_Supplied material_

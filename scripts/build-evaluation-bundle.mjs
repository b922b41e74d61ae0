// `npm run build:evaluation`: the evaluation bundle — lib/evaluation/entry.ts with the frame engine, lib/standards
// and their npm libraries in one minified ESM file that runs in a Node worker thread (lib/evaluation/pool.ts) and
// in a browser module Worker. Deterministic: the same sources give the same bytes, so the file is named by its
// sha256 and a released bundle can be kept by that name and run again later.
//
//   node scripts/build-evaluation-bundle.mjs [--out <folder>]      (default public/evaluation, gitignored)
//
// Writes evaluation-<first 16 hex of sha256>.js and manifest.json ({file, sha256, bytes, gzipBytes, builtFrom});
// removes older bundles from the folder. scripts/lib/build.mjs builds it before `next build` when stale.
// esbuild is imported only when building, so scripts/lib/build.mjs can import this file before `npm ci`.
import crypto from "node:crypto";
import fs from "node:fs";
import path from "node:path";
import { fileURLToPath, pathToFileURL } from "node:url";
import zlib from "node:zlib";

const repoRoot = path.resolve(path.dirname(fileURLToPath(import.meta.url)), "..");

/** Relative to the working directory; lib/evaluation/pool.ts reads the manifest from the same place. */
export const EVALUATION_DIR = path.join("public", "evaluation");
export const MANIFEST_FILE = "manifest.json";
const ENTRY = "lib/evaluation/entry.ts";
/** What the bundle is made from (lib/ because the entry may reach any pure module); scripts/lib/build.mjs reads it. */
export const EVALUATION_SOURCES = ["lib", "package-lock.json", "tsconfig.json", "scripts/build-evaluation-bundle.mjs"];

/** The identity the bundle was built from, read from the sources (this script cannot import TypeScript). */
function builtFrom(root) {
  const read = (file, name) => {
    const match = new RegExp(`${name} = "([^"]+)"`).exec(fs.readFileSync(path.join(root, file), "utf8"));
    if (!match) throw new Error(`${file}: ${name} not found`);
    return match[1];
  };
  return {
    engine: read("lib/engine/version.ts", "ENGINE_VERSION"),
    engineSourceHash: read("lib/engine/identity.generated.ts", "ENGINE_SOURCE_HASH"),
    evaluation: read("lib/standards/evaluate.ts", "EVALUATION_VERSION"),
  };
}

/** Writes through a temporary name, so a reader never sees half a file. */
function writeAtomically(file, bytes) {
  const temporary = `${file}.${process.pid}.tmp`;
  fs.writeFileSync(temporary, bytes);
  fs.renameSync(temporary, file);
}

/** Builds the bundle into `outDir`; returns the manifest. */
export async function buildEvaluationBundle({ root = repoRoot, outDir = path.join(root, EVALUATION_DIR) } = {}) {
  const { build, version: esbuildVersion } = await import("esbuild");
  const result = await build({
    absWorkingDir: root,
    entryPoints: [ENTRY],
    bundle: true,
    write: false,
    format: "esm",
    // Neither a page's nor Node's build of the libraries: their `worker` builds, with no `document` (a Worker has
    // none). The one Node builtin is reached by a dynamic import, only in Node.
    platform: "neutral",
    mainFields: ["module", "main"],
    conditions: ["worker", "module"],
    target: ["es2022"],
    external: ["node:worker_threads"],
    minify: true,
    sourcemap: false,
    legalComments: "eof",
    charset: "utf8",
    define: { "process.env.NODE_ENV": '"production"' },
    logLevel: "warning",
  });
  const bytes = Buffer.from(result.outputFiles[0].contents);
  const sha256 = crypto.createHash("sha256").update(bytes).digest("hex");
  const file = `evaluation-${sha256.slice(0, 16)}.js`;
  const manifest = {
    file,
    sha256,
    bytes: bytes.length,
    gzipBytes: zlib.gzipSync(bytes, { level: 9 }).length,
    builtFrom: { ...builtFrom(root), esbuild: esbuildVersion },
  };
  fs.mkdirSync(outDir, { recursive: true });
  const target = path.join(outDir, file);
  if (!fs.existsSync(target) || !fs.readFileSync(target).equals(bytes)) writeAtomically(target, bytes);
  writeAtomically(path.join(outDir, MANIFEST_FILE), `${JSON.stringify(manifest, null, 2)}\n`);
  // Older bundles are not served any more; released ones are kept by their sha256 elsewhere.
  for (const other of fs.readdirSync(outDir))
    if (/^evaluation-[0-9a-f]{16}\.js$/.test(other) && other !== file) fs.rmSync(path.join(outDir, other), { force: true });
  return manifest;
}

function kib(n) {
  return `${(n / 1024).toFixed(1)} KiB`;
}

if (process.argv[1] && import.meta.url === pathToFileURL(path.resolve(process.argv[1])).href) {
  const outIndex = process.argv.indexOf("--out");
  const outDir = outIndex > 0 ? path.resolve(process.argv[outIndex + 1]) : undefined;
  const manifest = await buildEvaluationBundle({ outDir });
  console.log(
    `evaluation bundle ${path.relative(process.cwd(), path.join(outDir ?? path.join(repoRoot, EVALUATION_DIR), manifest.file))}: ` +
      `${kib(manifest.bytes)}, ${kib(manifest.gzipBytes)} gzipped (engine ${manifest.builtFrom.engine}+sha256:${manifest.builtFrom.engineSourceHash.slice(0, 12)})`,
  );
}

_Exercise_
Look above for the line holding "import path from" and the line holding "export const EVALUATION_DIR". Retype both, and every line between them, word for word and nothing else.

_Solution_
import path from "node:path";
import { fileURLToPath, pathToFileURL } from "node:url";
import zlib from "node:zlib";

const repoRoot = path.resolve(path.dirname(fileURLToPath(import.meta.url)), "..");

/** Relative to the working directory; lib/evaluation/pool.ts reads the manifest from the same place. */
export const EVALUATION_DIR = path.join("public", "evaluation");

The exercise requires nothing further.